------ RECORDS SHOWN ------

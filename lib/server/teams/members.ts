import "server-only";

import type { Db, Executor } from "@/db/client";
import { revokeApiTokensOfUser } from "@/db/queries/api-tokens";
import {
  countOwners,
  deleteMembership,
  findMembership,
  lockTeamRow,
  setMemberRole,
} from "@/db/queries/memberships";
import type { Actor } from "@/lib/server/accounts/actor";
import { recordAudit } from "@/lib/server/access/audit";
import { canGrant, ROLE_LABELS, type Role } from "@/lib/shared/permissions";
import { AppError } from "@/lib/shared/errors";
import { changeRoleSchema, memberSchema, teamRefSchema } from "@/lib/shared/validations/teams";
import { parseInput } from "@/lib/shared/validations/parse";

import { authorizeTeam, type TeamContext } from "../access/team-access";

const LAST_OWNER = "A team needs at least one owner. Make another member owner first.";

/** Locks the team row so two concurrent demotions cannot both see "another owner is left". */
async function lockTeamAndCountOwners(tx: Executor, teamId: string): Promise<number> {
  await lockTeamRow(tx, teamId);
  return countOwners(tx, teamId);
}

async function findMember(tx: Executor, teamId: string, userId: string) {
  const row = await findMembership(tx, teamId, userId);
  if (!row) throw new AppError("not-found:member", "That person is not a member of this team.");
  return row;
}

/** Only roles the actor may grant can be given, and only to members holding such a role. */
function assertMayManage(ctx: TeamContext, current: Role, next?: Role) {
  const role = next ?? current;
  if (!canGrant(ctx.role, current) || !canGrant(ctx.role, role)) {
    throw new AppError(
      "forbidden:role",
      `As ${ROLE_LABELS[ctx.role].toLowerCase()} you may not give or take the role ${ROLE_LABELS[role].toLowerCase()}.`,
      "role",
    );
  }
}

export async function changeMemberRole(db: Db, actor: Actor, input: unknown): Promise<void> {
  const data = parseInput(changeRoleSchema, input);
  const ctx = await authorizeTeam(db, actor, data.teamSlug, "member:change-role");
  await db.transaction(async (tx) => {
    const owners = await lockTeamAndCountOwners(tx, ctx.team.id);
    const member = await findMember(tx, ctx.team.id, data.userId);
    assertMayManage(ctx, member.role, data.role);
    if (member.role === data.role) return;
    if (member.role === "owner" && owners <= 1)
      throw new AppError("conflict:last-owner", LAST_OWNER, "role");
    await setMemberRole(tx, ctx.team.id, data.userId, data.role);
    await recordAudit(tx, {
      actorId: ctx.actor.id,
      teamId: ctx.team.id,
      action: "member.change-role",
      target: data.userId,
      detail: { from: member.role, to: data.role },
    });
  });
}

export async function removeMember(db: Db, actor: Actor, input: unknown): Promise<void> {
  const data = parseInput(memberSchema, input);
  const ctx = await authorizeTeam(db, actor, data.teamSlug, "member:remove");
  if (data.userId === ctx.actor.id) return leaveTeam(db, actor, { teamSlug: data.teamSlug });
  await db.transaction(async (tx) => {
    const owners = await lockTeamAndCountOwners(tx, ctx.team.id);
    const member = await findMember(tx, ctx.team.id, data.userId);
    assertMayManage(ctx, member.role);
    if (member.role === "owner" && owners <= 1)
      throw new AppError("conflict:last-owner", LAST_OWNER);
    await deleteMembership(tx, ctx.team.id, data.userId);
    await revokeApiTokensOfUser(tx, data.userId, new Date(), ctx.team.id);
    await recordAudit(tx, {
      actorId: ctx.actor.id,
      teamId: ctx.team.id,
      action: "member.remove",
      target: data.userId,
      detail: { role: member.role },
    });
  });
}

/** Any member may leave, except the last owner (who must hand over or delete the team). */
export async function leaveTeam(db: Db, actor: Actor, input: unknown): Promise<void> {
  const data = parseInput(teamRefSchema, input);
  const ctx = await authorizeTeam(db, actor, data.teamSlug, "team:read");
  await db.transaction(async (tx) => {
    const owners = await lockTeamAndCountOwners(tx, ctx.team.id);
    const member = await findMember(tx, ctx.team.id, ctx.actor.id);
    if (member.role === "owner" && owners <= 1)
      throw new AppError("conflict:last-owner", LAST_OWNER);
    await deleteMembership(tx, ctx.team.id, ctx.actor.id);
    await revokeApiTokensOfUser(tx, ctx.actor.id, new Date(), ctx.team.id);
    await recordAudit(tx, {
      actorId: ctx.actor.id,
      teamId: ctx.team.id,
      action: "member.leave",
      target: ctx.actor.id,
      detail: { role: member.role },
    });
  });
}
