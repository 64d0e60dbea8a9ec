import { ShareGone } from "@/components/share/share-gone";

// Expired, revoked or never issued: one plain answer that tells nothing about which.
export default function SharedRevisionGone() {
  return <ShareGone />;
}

------

*TASK REQUIREMENTS*
Retype the records above, but only those lines that fall between the line containing "return countOwners(tx, teamId);" and the line containing "const role = next ?? current;", with both of those lines included, exactly as written.

*ANSWER FOR THE TASK*
  return countOwners(tx, teamId);
}

async function findMember(tx: Executor, teamId: string, userId: string) {
  const row = await findMembership(tx, teamId, userId);
  if (!row) throw new AppError("not-found:member", "That person is not a member of this team.");
  return row;
}

/** Only roles the actor may grant can be given, and only to members holding such a role. */
function assertMayManage(ctx: TeamContext, current: Role, next?: Role) {
  const role = next ?? current;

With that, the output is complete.